The Berkeley team has come up against an issue that many scientists parachuting into a foreign country seem to face: It’s not enough to understand the technology. In order to create effective solutions, you have to understand the culture.

It’s tough to implement a new technology, even a simple technology like the SIM, without knowing a community’s history. With the exception of the elementary school, many people in Peru have no idea their water could be contaminated with high levels of arsenic. A group of construction workers outside the local health post — an hour’s walk from the school — are quick to point out the site of the meteor crash but look puzzled when asked about the potential for arsenic in their drinking water.

“If it doesn’t kill you immediately, it’s difficult to make people believe that it will harm them in the long run,” Lopez said.

What’s worse is the lack of understanding for the town’s medical professionals. Even though UC Berkeley scientists have been visiting the area for years, only a handful of officials seemed familiar with the problem. The health director of the area, Adolfo Quispe, said he knew arsenic existed but didn’t know who was being affected.

“What was alarming to me was no one was aware that there could have been arsenic in their drinking water,” said George, who worked on the WHO paper on Peru’s arsenic problem.

It’s alarming, but it’s not surprising, according to Williams, who noted that Peru has a problem with race. Hundreds of years ago, the Spaniards conquered the country by defeating the Inca, who dominated much of western South America. Since then, there's been a history of discrimination against natives within the country, she said.

Engineers Without Borders USA members talk to Carancas residents about projects such as arsenic extraction devices and rainwater catchment tanks that they built and continue to monitor.
Danielle Villasana for Al Jazeera America

This history also makes Peruvians unlikely to trust outsiders. There’s always a suspicion that scientists are there not for science but for gold or oil exploration, Bosilijevac said.

This legacy of distrust makes it difficult for any professional researchers to do their work, let alone student scientists visiting the country only briefly. In fact, the UC Berkeley chapter is shutting down its Carancas program, unable to expand it to other areas. 

“You see some of what’s going on — technical challenges, logistical challenges, organizational challenges, social and cultural challenges,” said Williams, who is not a part of the EWB-USA program. “I think we’re at a standstill on the arsenic thing, quite frankly.”

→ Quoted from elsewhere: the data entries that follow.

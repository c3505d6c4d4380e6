import { leastShort, leastCost } from './cut-list-bound.ts';
import { Pool } from './cut-list-patterns.ts';
import { boardFeetShort, choose } from './cut-list-choice.ts';
import { assembled, type LogPlan } from './cut-list-plans.ts';
import { type Demand, demandOf } from './demand.ts';
import { cubicFeet, type LogShape } from './log-shape.ts';
import type { PieceKind } from './piece-kind.ts';
import type { Mill } from './pieces.ts';
import type { Pattern } from './saw-plan.ts';
import type { Solver } from './solver.ts';

export interface ListedShape extends LogShape {
  readonly id: string;
  /** What its use counts beside the others', for the same pieces made; its cubic feet when left out. */
  readonly cost?: number | undefined;
}

/** A wanted size, green, and how many. */
export interface WantedPiece {
  readonly id: string;
  readonly thicknessIn: number;
  readonly widthIn: number;
  readonly lengthFt: number;
  readonly count: number;
  /** How it must lie in its log; a board when left out. A slab's width is the least that both of its faces have. */
  readonly kind?: PieceKind | undefined;
}

/** Logs of which only so many may be used together: ways to cut one stem that overlap. */
export interface Together {
  readonly ids: readonly string[];
  readonly most: number;
}

export interface CutListRequest {
  readonly logs: readonly ListedShape[];
  readonly mill: Mill;
  /** `best` when left out. */
  readonly pattern?: Pattern | 'best' | undefined;
  readonly waneAllowanceIn?: number | undefined;
  readonly pieces: readonly WantedPiece[];
  readonly together?: readonly Together[] | undefined;
}

export interface Covered {
  readonly id: string;
  readonly made: number;
  readonly short: number;
}

export interface CutListAnswer {
  readonly covered: readonly Covered[];
  /** A plan for every log, in the order given; without boards where the log is not needed or gives nothing, with the reason. */
  readonly plans: readonly LogPlan[];
  /** Board feet in the plans beyond what was asked for. Plans hold asked-for boards only, so that more of a size than is wanted never stands in the place of other lumber: this is 0. */
  readonly surplusBoardFeet: number;
  readonly boardFeetShort: number;
  /** No plans of these patterns leave less board feet short. */
  readonly boundBoardFeetShort: number;
  readonly gapBoardFeet: number;
  /** Neither fewer board feet short nor, with as few, less log volume is possible. */
  readonly provenBest: boolean;
}

/** How long to look: each answers whether there is still time to begin one more thing. */
export interface Patience {
  /** For planning logs at new prices. */
  readonly toPlan: () => boolean;
  /** Seconds that one solving may take. */
  readonly solverSeconds: number;
  /** As much time again for a second question; without it, what is left of the first. */
  readonly anew?: () => Patience;
}

/** Rounds of planning every log at the prices of the round before. */
const MOST_ROUNDS = 8;
const FEW_SHAPES = 6;
const NEAR = 1e-6;

/**
 * Chooses a plan for each log so that the wanted pieces are covered: least board feet short first, then least cubic feet of logs
 * used. Timbers round the heart, timbers free of it and slabs are planned with the boards that the same log gives beside them. Plans are made at prices that the solver puts on the pieces (column generation); which plan each log takes is then solved in
 * whole numbers over all plans made. The bound holds for every plan of the pattern, made or not.
 * @param solve a solver of linear models in whole numbers. @param patience how long to look; with no time at all, still an answer.
 */
export function cutList(request: CutListRequest, solve: Solver, patience: Patience): CutListAnswer {
  const demand = demandOf(request.pieces);
  const pool = new Pool(request, demand);
  pool.sharpen(patience.toPlan);
  pool.planAt(demand.map(({ boardFeet }) => boardFeet), patience.toPlan);
  pool.planOneByOne(patience.toPlan);
  // Of few logs, how many of each size they hold alone makes the bound sharp.
  if (pool.shapes.length <= FEW_SHAPES) for (let size = 0; size < demand.length && patience.toPlan(); size++) pool.planAt(demand.map(({ boardFeet }, index) => (index === size ? boardFeet : 0)), patience.toPlan);
  for (let round = 0; round < MOST_ROUNDS && patience.toPlan(); round++) {
    const prices = pool.pricesBy(solve, patience.solverSeconds);
    if (!prices || !pool.planAt(prices, patience.toPlan)) break;
  }
  const choice = choose(pool, solve, patience.solverSeconds);
  const short = boardFeetShort(demand, choice);
  const least = leastShort(pool, demand, solve, patience.solverSeconds);
  const bound = short - least < NEAR ? short : least;
  const plans = assembled(request, pool, choice, demand);
  const proven = short <= bound + NEAR && usedCost(request.logs, plans) <= leastCost(pool, demand, choice.short, solve, patience.solverSeconds) + NEAR;
  const covered = coveredBy(request.pieces, demand, choice.short);
  const made = covered.reduce((sum, each, index) => sum + each.made * feetOf(request.pieces[index]), 0);
  const surplus = plans.reduce((sum, { boards }) => sum + boards.reduce((all, { piece }) => all + (demand[piece]?.boardFeet ?? 0), 0), 0) - made;
  return {
    covered,
    plans,
    surplusBoardFeet: Math.abs(surplus) < NEAR ? 0 : surplus,
    boardFeetShort: short,
    boundBoardFeetShort: bound,
    gapBoardFeet: short - bound,
    provenBest: proven,
  };
}

const feetOf = (piece: WantedPiece | undefined): number => (piece ? (piece.thicknessIn * piece.widthIn * piece.lengthFt) / 12 : 0);

const usedCost = (logs: readonly ListedShape[], plans: readonly LogPlan[]): number =>
  logs.reduce((sum, log, index) => sum + ((plans[index]?.boards.length ?? 0) > 0 ? (log.cost ?? cubicFeet(log)) : 0), 0);

/** Shares what is short of a size among the pieces that ask for it, the last in the list first. */
function coveredBy(pieces: readonly WantedPiece[], demand: readonly Demand[], short: readonly number[]): Covered[] {
  const left = [...short];
  const covered = [...pieces].reverse().map((piece): Covered => {
    const size = demand.findIndex(({ ids }) => ids.includes(piece.id));
    const missing = Math.min(piece.count, left[size] ?? 0);
    left[size] = (left[size] ?? 0) - missing;
    return { id: piece.id, made: piece.count - missing, short: missing };
  });
  return covered.reverse();
}
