import { fillings } from './frontier.ts';
import type { Layer } from './layers.ts';
import type { Stock } from './pieces.ts';
import { halfChord, type Units } from './units.ts';

interface RowSize {
  readonly size: Units;
  readonly value: number;
  readonly radiusSquared: number;
}

/** How far rows may run from the middle line on either side (`below` and `above` for turned rows, left and right for flat ones). */
export interface Limits {
  readonly below: Units;
  readonly above: Units;
}

/** Where boards may have many lengths, a column is first planned with about so many of them; its rows are then filled with all. */
const LENGTHS_TRIED = 4;

/**
 * Stacks of layers outward from the pith, as a step function: from `places[i]` or nearer outward, the best stack is worth
 * `values[i]`. Rows hold boards of one length each, so the answer is exact when every thickness has one length.
 * Every place is found exactly: a layer ends where its row still just fits, or a kerf short of the next layer.
 */
export class OutwardStacks {
  private readonly rows: readonly (readonly RowSize[])[];
  private readonly edges: Float64Array[];
  private readonly edgeValues: Float64Array[];
  private readonly edgeCount: Int32Array;
  private readonly atEdge: Int32Array;
  private readonly atPlace: Int32Array;
  private readonly nextEdge: Float64Array;
  private readonly thicknesses: Int32Array;
  private readonly groupsAt = new Int16Array(8192);
  readonly places = new Float64Array(8192);
  readonly values = new Float64Array(8192);
  count = 0;

  constructor(private readonly stock: Stock) {
    const { groups, kerf, reach } = stock;
    const step = Math.max(1, Math.ceil(stock.lengthsFt.length / LENGTHS_TRIED));
    this.rows = groups.map((group) =>
      stock.radiusSquared.flatMap((radiusSquared, length) => {
        if (!stock.oneLength && length % step !== 0) return [];
        const items = group.widths.flatMap(({ width, choices }) => choices.filter((choice) => choice.length === length).map((choice) => ({ size: width, value: choice.value })));
        const { sizes, values } = fillings(items, kerf, 2 * reach);
        return sizes.map((size, index) => ({ size, value: values[index] as number, radiusSquared }));
      }),
    );
    this.edges = this.rows.map((rows) => new Float64Array(rows.length));
    this.edgeValues = this.rows.map((rows) => new Float64Array(rows.length));
    this.edgeCount = new Int32Array(groups.length);
    this.nextEdge = new Float64Array(groups.length);
    this.thicknesses = Int32Array.from(groups, ({ thickness }) => thickness);
    this.atEdge = new Int32Array(groups.length);
    this.atPlace = new Int32Array(groups.length);
  }

  /** Sizes of all rows, as they fill a run exactly. */
  rowSizes(): Units[] {
    return this.rows.flat().map((row) => row.size);
  }

  /** For each thickness: how far out a layer may end and still hold a row of a given value. */
  private findEdges({ below, above }: Limits): void {
    const shorter = Math.min(below, above);
    this.stock.groups.forEach(({ thickness }, g) => {
      const found: { edge: Units; value: number }[] = [];
      for (const { size, value, radiusSquared } of this.rows[g] as readonly RowSize[]) {
        if (size > below + above) continue;
        const edge = halfChord(radiusSquared, size <= 2 * shorter ? size / 2 : size - shorter);
        if (edge >= thickness / 2) found.push({ edge, value });
      }
      if (!this.stock.oneLength) found.sort((a, b) => b.edge - a.edge || b.value - a.value);
      const edges = this.edges[g] as Float64Array;
      let count = 0;
      let best = 0;
      for (const { edge, value } of found) {
        if (value <= best + 1e-9) continue;
        best = value;
        if (count > 0 && edges[count - 1] === edge) count--;
        edges[count] = edge;
        (this.edgeValues[g] as Float64Array)[count] = value;
        count++;
      }
      this.edgeCount[g] = count;
    });
  }

  /** Works out the stacks of layers whose rows keep within the limits, from the bark in to a layer astride the pith. */
  build(limits: Limits): void {
    this.findEdges(limits);
    const { groups, kerf } = this.stock;
    const { edges, edgeCount, atEdge, atPlace, places, values } = this;
    this.count = 0;
    atEdge.fill(-1);
    atPlace.fill(-1);
    const { nextEdge, groupsAt, edgeValues } = this;
    for (let g = 0; g < groups.length; g++) nextEdge[g] = (edgeCount[g] as number) > 0 ? ((edges[g] as Float64Array)[0] as number) : -Infinity;
    let count = 0;
    while (count < places.length) {
      let next = -1;
      let place = -Infinity;
      let edge = 0;
      for (let g = 0; g < groups.length; g++) {
        if ((edgeCount[g] as number) === 0) continue;
        const after = (atPlace[g] as number) + 1;
        const byPlace = after < count ? (places[after] as number) - kerf : -Infinity;
        const byEdge = nextEdge[g] as number;
        const candidate = byEdge > byPlace ? byEdge : byPlace;
        const t = this.thicknesses[g] as number;
        if (candidate < t / 2 || candidate - t <= place) continue;
        next = g;
        place = candidate - t;
        edge = candidate;
      }
      if (next < 0) break;
      const own = edges[next] as Float64Array;
      const most = edgeCount[next] as number;
      let atE = atEdge[next] as number;
      while (atE + 1 < most && (own[atE + 1] as number) >= edge) atE++;
      atEdge[next] = atE;
      nextEdge[next] = atE + 1 < most ? (own[atE + 1] as number) : -Infinity;
      let atP = atPlace[next] as number;
      while (atP + 1 < count && (places[atP + 1] as number) - kerf >= edge) atP++;
      atPlace[next] = atP;
      if (atE < 0) continue;
      const value = ((edgeValues[next] as Float64Array)[atE] as number) + (atP < 0 ? 0 : (values[atP] as number));
      if (count > 0 && value <= (values[count - 1] as number) + 1e-9) continue;
      places[count] = place;
      values[count] = value;
      groupsAt[count] = next;
      count++;
    }
    this.count = count;
  }

  private indexAt(from: Units): number {
    let low = 0;
    let high = this.count - 1;
    while (low <= high) {
      const middle = (low + high) >> 1;
      if ((this.places[middle] as number) >= from) low = middle + 1;
      else high = middle - 1;
    }
    return high;
  }

  /** Value of the best stack from `from` outward. */
  valueFrom(from: Units): number {
    const index = this.indexAt(from);
    return index < 0 ? 0 : (this.values[index] as number);
  }

  /** The best stacks on both sides together: one begins at `split` outward, the other at kerf − split the other way. */
  bothSides(): { readonly value: number; readonly split: Units } {
    let value = 0;
    let split = 0;
    for (let i = this.count - 1; i >= 0; i--) {
      const place = this.places[i] as number;
      const sum = (this.values[i] as number) + this.valueFrom(this.stock.kerf - place);
      if (sum > value + 1e-9) {
        value = sum;
        split = place;
      }
      if (place > this.stock.kerf) break;
    }
    return { value, split };
  }

  /** The layers of the best stack from `from` outward, nearest first. */
  layersFrom(from: Units): Layer[] {
    const layers: Layer[] = [];
    let at = from;
    for (let index = this.indexAt(at); index >= 0; index = this.indexAt(at)) {
      const group = this.stock.groups[this.groupsAt[index] as number];
      if (!group) break;
      layers.push({ group, at });
      at += group.thickness + this.stock.kerf;
    }
    return layers;
  }

  /** A copy that a later `build` does not change. */
  snapshot(): { readonly total: number; readonly valueFrom: (from: Units) => number } {
    const places = this.places.slice(0, this.count);
    const values = this.values.slice(0, this.count);
    const total = this.bothSides().value;
    const valueFrom = (from: Units): number => {
      let low = 0;
      let high = places.length - 1;
      while (low <= high) {
        const middle = (low + high) >> 1;
        if ((places[middle] as number) >= from) low = middle + 1;
        else high = middle - 1;
      }
      return high < 0 ? 0 : (values[high] as number);
    };
    return { total, valueFrom };
  }
}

There are an unknown number of wells that could test positive for high levels of arsenic. There’s an untold number of people who could be exposed. The UC Berkeley team members are out in the field, getting their hands dirty, trying to make a difference. To the community, they’re heroes. And after they leave, someone has to step up and take their place. The region desperately needs scientists to check water for arsenic and teach people how to build SIMs.

Chavez Arestegui, the environmental health officer, said the villagers don't know how to clean the wells themselves. We need more scientists, he said, we need another meteor.